Word for word, restate the lines from the start of the data below through the line containing "locateFile: () =>".

── Material for this exercise

// The one place that loads tree-sitter's Python grammar (WASM) and parses text; everything else is handed a PythonParser.
import * as fs from 'node:fs';
import * as path from 'node:path';
import { Parser, Language, Edit, type Tree } from 'web-tree-sitter';

export type { Tree, Node as SyntaxNode } from 'web-tree-sitter';

export interface PythonParser {
  /** Parses text; never throws. A tree may contain ERROR and MISSING nodes. */
  parse(text: string, oldTree?: Tree | null): Tree;
  /** The grammar's ABI version, for diagnostics. */
  readonly languageVersion: number;
}

export interface TextChange {
  /** Offsets (UTF-16 code units) into the old text. */
  start: number;
  end: number;
  newText: string;
}

const GRAMMAR = 'tree-sitter-python.wasm';
const RUNTIME = 'web-tree-sitter.wasm';

/** Where the two .wasm files live: beside the bundle (dist/), or in node_modules during development. */
function findWasm(file: string, hint?: string): string {
  const candidates: string[] = [];
  if (hint) candidates.push(path.join(hint, file));
  candidates.push(path.join(__dirname, file), path.join(__dirname, 'wasm', file));
  const pkg = file === GRAMMAR ? 'tree-sitter-python' : 'web-tree-sitter';
  try {
    candidates.push(path.join(path.dirname(require.resolve(`${pkg}/package.json`)), file));
  } catch {
    // not installed next to us: the bundle must carry the file
  }
  for (let dir = __dirname, i = 0; i < 6; i++, dir = path.dirname(dir)) {
    candidates.push(path.join(dir, 'node_modules', pkg, file));
  }
  const found = candidates.find((c) => fs.existsSync(c));
  if (!found) throw new Error(`cannot find ${file}; looked in:\n  ${candidates.join('\n  ')}`);
  return found;
}

let loading: Promise<PythonParser> | undefined;

/** Loads the grammar once per process. */
export function loadPythonParser(wasmDir?: string): Promise<PythonParser> {
  loading ??= (async () => {
    const runtime = findWasm(RUNTIME, wasmDir);
    await Parser.init({ locateFile: () => runtime });
    const language = await Language.load(fs.readFileSync(findWasm(GRAMMAR, wasmDir)));
    const parser = new Parser();
    parser.setLanguage(language);
    return {
      languageVersion: language.abiVersion,
      parse(text: string, oldTree?: Tree | null): Tree {
        const tree = parser.parse(text, oldTree ?? null);
        if (tree) return tree;
        // parse() returns null only when cancelled or without a language; reset and retry once without reuse
        parser.reset();
        const fresh = parser.parse(text);
        if (!fresh) throw new Error('tree-sitter returned no tree');
        return fresh;
      },
    };
  })();
  return loading;
}

function pointAt(text: string, offset: number): { row: number; column: number } {
  let row = 0;
  let lineStart = 0;
  for (let i = text.indexOf('\n'); i !== -1 && i < offset; i = text.indexOf('\n', i + 1)) {
    row++;
    lineStart = i + 1;
  }
  return { row, column: offset - lineStart };
}

/**
 * Applies text changes to an old tree (tree.edit) so the next parse reuses unchanged subtrees.
 * Changes are applied in order, each against the text produced by the previous one. Returns the new text.
 */
export function editTree(tree: Tree, oldText: string, changes: readonly TextChange[]): string {
  let text = oldText;
  for (const c of changes) {
    const startPosition = pointAt(text, c.start);
    const oldEndPosition = pointAt(text, c.end);
    const next = text.slice(0, c.start) + c.newText + text.slice(c.end);
    const newEndIndex = c.start + c.newText.length;
    const newEndPosition = pointAt(next, newEndIndex);
    tree.edit(new Edit({ startIndex: c.start, oldEndIndex: c.end, newEndIndex, startPosition, oldEndPosition, newEndPosition }));
    text = next;
  }
  return text;
}
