'use client';

/**
 * Dataset figures: per-channel power, the covariance magnitude |R| as a
 * heatmap, and the covariance eigenvalues with the MDL and AIC source-count
 * choices. Chart definitions in lib/charts/dataset.ts.
 */
import { useMemo } from 'react';
import { Chart } from '@/components/charts/chart';
import { channelPowerOption, covarianceOption, eigenvalueOption, type EigenvalueInput } from '@/lib/charts';

export function ChannelPowerChart({
  powerDb,
  exportName = 'channel-power',
}: {
  powerDb: number[];
  exportName?: string;
}) {
  const option = useMemo(() => channelPowerOption(powerDb), [powerDb]);
  return (
    <figure>
      <Chart
        option={option}
        height={240}
        ariaLabel="Power per channel in dB"
        exportName={exportName}
        testIdPrefix="channel-power"
      />
      <figcaption className="mt-1 text-xs text-ink-500">
        Dashed line: the median channel. A bar more than 10 dB below it (coral) points at a dead or badly wired channel.
      </figcaption>
    </figure>
  );
}

export function CovarianceHeatmap({
  magnitude,
  exportName = 'covariance',
}: {
  magnitude: number[][];
  exportName?: string;
}) {
  const option = useMemo(() => covarianceOption(magnitude), [magnitude]);
  return (
    <figure className="max-w-md">
      <Chart
        option={option}
        height={360}
        ariaLabel="Covariance magnitude heatmap"
        exportName={exportName}
        testIdPrefix="covariance"
      />
      <figcaption className="mt-1 text-xs text-ink-500">
        |R[i,k]| scaled by the largest diagonal entry (square-root shading). A dark row and column with a pale diagonal
        cell is a dead channel; a row brighter off the diagonal than its neighbours suggests swapped or miswired leads.
      </figcaption>
    </figure>
  );
}

export function EigenvalueChart({ exportName = 'eigenvalues', ...input }: EigenvalueInput & { exportName?: string }) {
  const { eigenvalues, mdl, aic, mdlChoice, aicChoice, sourceCount } = input;
  const option = useMemo(
    () => eigenvalueOption({ eigenvalues, mdl, aic, mdlChoice, aicChoice, sourceCount }),
    [eigenvalues, mdl, aic, mdlChoice, aicChoice, sourceCount],
  );
  return (
    <figure>
      <Chart
        option={option}
        height={240}
        ariaLabel="Eigenvalues with the MDL and AIC choices"
        exportName={exportName}
        testIdPrefix="eigenvalues"
      />
      <figcaption className="mt-1 text-xs text-ink-500">
        Signal eigenvalues in teal. MDL picks <strong>{mdlChoice}</strong> source{mdlChoice === 1 ? '' : 's'} (dashed
        teal line), AIC picks <strong>{aicChoice}</strong>
        {aicChoice !== mdlChoice ? ' (dotted amber line)' : ''} — Wax &amp; Kailath (1985); MDL is the default rule.
        {sourceCount !== undefined && sourceCount !== mdlChoice ? ` The run used ${sourceCount}.` : ''}
      </figcaption>
    </figure>
  );
}
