import { describe, expect, it } from 'vitest';
import {
  BTR_COLOURS,
  BTR_IDS,
  bearingTimeOption,
  blockAt,
  clockLabel,
  colourAt,
  colourStops,
  decimateLevels,
  imageExtent,
  imageToRgba,
  levelAt,
  levelRange,
  lightnessOf,
  selectedBlockSeries,
  type BearingTimeImage,
} from '@/lib/charts/bearing-time';
import { renderChartSvg } from '@/lib/charts/ssr';

/** A grid with a distinct, known value in every cell: level = −(r + c/100). */
function grid(rows: number, cols: number, t0 = 0.5, dt = 0.5, b0 = -90, db = 0.5): BearingTimeImage {
  return {
    bearingsDeg: Array.from({ length: cols }, (_, c) => b0 + c * db),
    timesS: Array.from({ length: rows }, (_, r) => t0 + r * dt),
    levelsDb: Array.from({ length: rows }, (_, r) => Array.from({ length: cols }, (_, c) => -(r + c / 100))),
  };
}

describe('colour map', () => {
  const lutSize = BTR_COLOURS.length / 3;
  const rgb = (i: number) => [BTR_COLOURS[3 * i], BTR_COLOURS[3 * i + 1], BTR_COLOURS[3 * i + 2]] as const;

  it('rises in CIE L*, close to linearly from 8 to 96 (its design; consistency check)', () => {
    // L* from the CIE 1976 definition with the sRGB (IEC 61966-2-1) transfer function. Neighbouring
    // entries are 0.35 L* apart, so 8-bit rounding may tie two; four entries apart it must rise.
    let previous = -Infinity;
    for (let i = 0; i < lutSize; i++) {
      const l = lightnessOf(rgb(i));
      expect(l).toBeGreaterThanOrEqual(previous);
      if (i >= 4) expect(l).toBeGreaterThan(lightnessOf(rgb(i - 4)));
      // 8-bit rounding moves L* by well under one unit.
      expect(Math.abs(l - (8 + (88 * i) / (lutSize - 1)))).toBeLessThan(1);
      previous = l;
    }
  });

  it('clamps its position and maps NaN to the darkest colour', () => {
    expect(colourAt(-3)).toEqual(colourAt(0));
    expect(colourAt(7)).toEqual(colourAt(1));
    expect(colourAt(Number.NaN)).toEqual(colourAt(0));
    expect(colourStops(5)).toHaveLength(5);
    expect(colourStops(5)[0]).toMatch(/^#[0-9a-f]{6}$/);
  });

  it('maps levels to pixels: window ends, clamping, NaN transparent, −∞ darkest', () => {
    const image = { levelsDb: [[0, -30, -15, 5, -50, Number.NaN, -Infinity]] };
    const range = { minDb: -30, maxDb: 0 };
    const { width, height, data } = imageToRgba(image, range);
    expect([width, height]).toEqual([7, 1]);
    const px = (c: number) => Array.from(data.slice(4 * c, 4 * c + 4));
    const top = [...colourAt(1), 255];
    const bottom = [...colourAt(0), 255];
    expect(px(0)).toEqual(top);
    expect(px(1)).toEqual(bottom);
    expect(px(2)).toEqual([...colourAt(0.5), 255]);
    expect(px(3)).toEqual(top); // above the window
    expect(px(4)).toEqual(bottom); // below it
    expect(px(5)).toEqual([0, 0, 0, 0]);
    expect(px(6)).toEqual(bottom);
  });

  it('puts the earliest time in the top pixel row', () => {
    const { data } = imageToRgba({ levelsDb: [[0], [-30]] }, { minDb: -30, maxDb: 0 });
    expect(Array.from(data.slice(0, 3))).toEqual(colourAt(1));
    expect(Array.from(data.slice(4, 7))).toEqual(colourAt(0));
  });

  it('refuses a ragged grid, naming the row', () => {
    expect(() => imageToRgba({ levelsDb: [[0, 1], [0]] }, { minDb: 0, maxDb: 1 })).toThrow(/row 1 has 1 values/);
  });

  it('spans the dynamic range below the largest finite level', () => {
    expect(
      levelRange(
        {
          levelsDb: [
            [-3, Number.NaN],
            [-Infinity, -40],
          ],
        },
        20,
      ),
    ).toEqual({ minDb: -23, maxDb: -3 });
    expect(levelRange({ levelsDb: [] })).toEqual({ minDb: -30, maxDb: 0 });
  });
});

describe('readout', () => {
  const image = grid(40, 361);

  it('reads the grid value of the cell under the pointer, not an interpolation', () => {
    for (const [r, c] of [
      [0, 0],
      [17, 200],
      [39, 360],
      [5, 181],
    ]) {
      const bearing = image.bearingsDeg[c];
      const t = image.timesS[r];
      // anywhere inside the cell, short of its edges
      for (const [db, dt] of [
        [0, 0],
        [0.2, 0.2],
        [-0.2, -0.2],
      ]) {
        const out = levelAt(image, bearing + db, t + dt);
        expect(out).not.toBeNull();
        expect(out!.levelDb).toBe(image.levelsDb[r][c]);
        expect([out!.row, out!.col, out!.bearingDeg, out!.tS]).toEqual([r, c, bearing, t]);
      }
    }
  });

  it('is null outside the image and for non-finite input', () => {
    const ext = imageExtent(image);
    expect(ext.bearing).toEqual([-90.25, 90.25]);
    expect(ext.time).toEqual([0.25, 20.25]);
    expect(levelAt(image, -90.3, 1)).toBeNull();
    expect(levelAt(image, 0, 20.3)).toBeNull();
    expect(levelAt(image, Number.NaN, 1)).toBeNull();
    expect(levelAt(image, -90.25, 0.25)?.levelDb).toBe(image.levelsDb[0][0]);
  });

  it('finds the block of a time: nearest centre among the overlapping blocks', () => {
    // 1 s blocks, 50 % overlap: centres at 0.5, 1.0, 1.5, …
    const blocks = Array.from({ length: 10 }, (_, b) => ({ startS: 0.5 * b, endS: 0.5 * b + 1 }));
    expect(blockAt(blocks, 0.5)).toBe(0);
    expect(blockAt(blocks, 1.1)).toBe(1);
    expect(blockAt(blocks, 1.4)).toBe(2);
    expect(blockAt(blocks, 5.5)).toBe(9);
    expect(blockAt(blocks, 5.6)).toBe(-1);
    expect(blockAt([], 1)).toBe(-1);
  });

  it('labels times as m:ss', () => {
    expect(clockLabel(0)).toBe('0:00.0');
    expect(clockLabel(75.25)).toBe('1:15.3');
    expect(clockLabel(3725, 0)).toBe('1:02:05');
    expect(clockLabel(119.6, 0)).toBe('2:00');
    expect(clockLabel(59.96)).toBe('1:00.0');
  });
});

describe('decimation', () => {
  it('keeps the maximum of each group, so a one-cell track survives', () => {
    const image = grid(1500, 361);
    for (let r = 0; r < 1500; r++) image.levelsDb[r][100 + Math.floor(r / 10)] = 10; // a drifting track
    const before = JSON.stringify(image);
    const small = decimateLevels(image, 250, 120);
    expect(JSON.stringify(image)).toBe(before); // input untouched
    expect(small.timesS).toHaveLength(250);
    expect(small.bearingsDeg).toHaveLength(120);
    expect(small.levelsDb).toHaveLength(250);
    for (const row of small.levelsDb) {
      expect(row).toHaveLength(120);
      expect(Math.max(...row)).toBe(10);
    }
    // Each cell is the largest of its 6 × ~3 group.
    const r = 123;
    const cols = [0, 1, 2, 3].map((c) => Math.round((c * 361) / 120));
    let expected = -Infinity;
    for (let i = 6 * r; i < 6 * r + 6; i++)
      for (let k = cols[0]; k < cols[1]; k++) expected = Math.max(expected, image.levelsDb[i][k]);
    expect(small.levelsDb[r][0]).toBe(expected);
    // Axis values are group means: times of rows 6r…6r+5.
    expect(small.timesS[r]).toBeCloseTo(0.5 + 0.5 * (6 * r + 2.5), 12);
  });

  it('returns a grid that already fits unchanged and ignores NaN cells', () => {
    const image = grid(10, 10);
    expect(decimateLevels(image, 10, 10)).toBe(image);
    image.levelsDb[0][0] = Number.NaN;
    const out = decimateLevels(image, 5, 5);
    expect(out.levelsDb[0][0]).toBe(Math.max(image.levelsDb[0][1], image.levelsDb[1][0], image.levelsDb[1][1]));
    expect(() => decimateLevels(image, 0, 5)).toThrow(RangeError);
  });
});

describe('option', () => {
  const image = grid(120, 361);
  const blocks = image.timesS.map((t) => ({ startS: t - 0.5, endS: t + 0.5, bearingsDeg: [-20, 30], stdDeg: [1, 1] }));
  const tracks = [
    { id: 1, points: image.timesS.map((t) => ({ tS: t, bearingDeg: -20 + t })) },
    { id: 2, points: image.timesS.map((t) => ({ tS: t, bearingDeg: 30 })) },
  ];
  const option = bearingTimeOption({
    image,
    imageHref: 'data:image/png;base64,AAAA',
    range: levelRange(image),
    tracks,
    blocks,
    selectedBlock: 3,
    height: 520,
  });

  it('has bearing across, time down, zoom on both axes and a colour bar over the level window', () => {
    const o = option as Record<string, unknown> & {
      yAxis: { inverse: boolean; min: number; max: number };
      xAxis: { min: number; max: number };
      dataZoom: { id: string; xAxisIndex?: number; yAxisIndex?: number }[];
      visualMap: { min: number; max: number; inRange: { color: string[] } };
    };
    expect(o.yAxis.inverse).toBe(true);
    expect([o.xAxis.min, o.xAxis.max]).toEqual([-90.25, 90.25]);
    expect([o.yAxis.min, o.yAxis.max]).toEqual([0.25, 60.25]);
    const ids = o.dataZoom.map((z) => z.id);
    expect(ids).toContain(BTR_IDS.zoomBearing);
    expect(ids).toContain(BTR_IDS.zoomTime);
    expect(o.dataZoom.some((z) => z.yAxisIndex === 0)).toBe(true);
    expect(o.dataZoom.some((z) => z.xAxisIndex === 0)).toBe(true);
    expect([o.visualMap.min, o.visualMap.max]).toEqual([-30, 0]);
    expect(o.visualMap.inRange.color[0]).toBe(colourStops(24)[0]);
  });

  it('draws one line per track, in (bearing, time) order, over the image', () => {
    const series = (option.series as { id: string; data: unknown[]; z?: number }[]).filter((s) =>
      s.id.startsWith('track:'),
    );
    expect(series.map((s) => s.id)).toEqual(['track:1', 'track:2']);
    expect(series[0].data[2]).toEqual([-20 + image.timesS[2], image.timesS[2]]);
    const imageZ = (option.series as { id: string; z?: number }[]).find((s) => s.id === BTR_IDS.image)!.z!;
    expect(series.every((s) => (s.z ?? 0) > imageZ)).toBe(true);
  });

  it('renders to SVG as one stretched image element with the tracks and colour bar', () => {
    const svg = renderChartSvg(option, { width: 800, height: 520 });
    const images = svg.match(/<image\b[^>]*>/g) ?? [];
    expect(images).toHaveLength(1);
    expect(images[0]).toContain('width="361"');
    expect(images[0]).toContain('height="120"');
    expect(images[0]).toMatch(/transform="matrix\(/);
    expect(svg).toContain('0 dB');
    expect(svg).toContain('-30 dB');
  });

  it('highlights the selected block over its time span, and nothing without one', () => {
    const sel = selectedBlockSeries(blocks, 3);
    expect(sel.id).toBe(BTR_IDS.selected);
    expect(sel.data).toEqual([[0, blocks[3].startS, blocks[3].endS]]);
    expect(selectedBlockSeries(blocks, null).data).toEqual([]);
    expect(selectedBlockSeries(blocks, 999).data).toEqual([]);
    const svg = renderChartSvg(option, { width: 800, height: 520 });
    expect(svg).toMatch(/stroke-dasharray="5,3"/);
  });

  it('draws no image when there are no pixels yet', () => {
    const bare = bearingTimeOption({ image, imageHref: null, range: levelRange(image), height: 400 });
    expect(renderChartSvg(bare, { width: 600, height: 400 })).not.toContain('<image');
  });
});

────

Written response:
// The one place that loads tree-sitter's Python grammar (WASM) and parses text; everything else is handed a PythonParser.
import * as fs from 'node:fs';
import * as path from 'node:path';
import { Parser, Language, Edit, type Tree } from 'web-tree-sitter';

export type { Tree, Node as SyntaxNode } from 'web-tree-sitter';

export interface PythonParser {
  /** Parses text; never throws. A tree may contain ERROR and MISSING nodes. */
  parse(text: string, oldTree?: Tree | null): Tree;
  /** The grammar's ABI version, for diagnostics. */
  readonly languageVersion: number;
}

export interface TextChange {
  /** Offsets (UTF-16 code units) into the old text. */
  start: number;
  end: number;
  newText: string;
}

const GRAMMAR = 'tree-sitter-python.wasm';
const RUNTIME = 'web-tree-sitter.wasm';

/** Where the two .wasm files live: beside the bundle (dist/), or in node_modules during development. */
function findWasm(file: string, hint?: string): string {
  const candidates: string[] = [];
  if (hint) candidates.push(path.join(hint, file));
  candidates.push(path.join(__dirname, file), path.join(__dirname, 'wasm', file));
  const pkg = file === GRAMMAR ? 'tree-sitter-python' : 'web-tree-sitter';
  try {
    candidates.push(path.join(path.dirname(require.resolve(`${pkg}/package.json`)), file));
  } catch {
    // not installed next to us: the bundle must carry the file
  }
  for (let dir = __dirname, i = 0; i < 6; i++, dir = path.dirname(dir)) {
    candidates.push(path.join(dir, 'node_modules', pkg, file));
  }
  const found = candidates.find((c) => fs.existsSync(c));
  if (!found) throw new Error(`cannot find ${file}; looked in:\n  ${candidates.join('\n  ')}`);
  return found;
}

let loading: Promise<PythonParser> | undefined;

/** Loads the grammar once per process. */
export function loadPythonParser(wasmDir?: string): Promise<PythonParser> {
  loading ??= (async () => {
    const runtime = findWasm(RUNTIME, wasmDir);
    await Parser.init({ locateFile: () => runtime });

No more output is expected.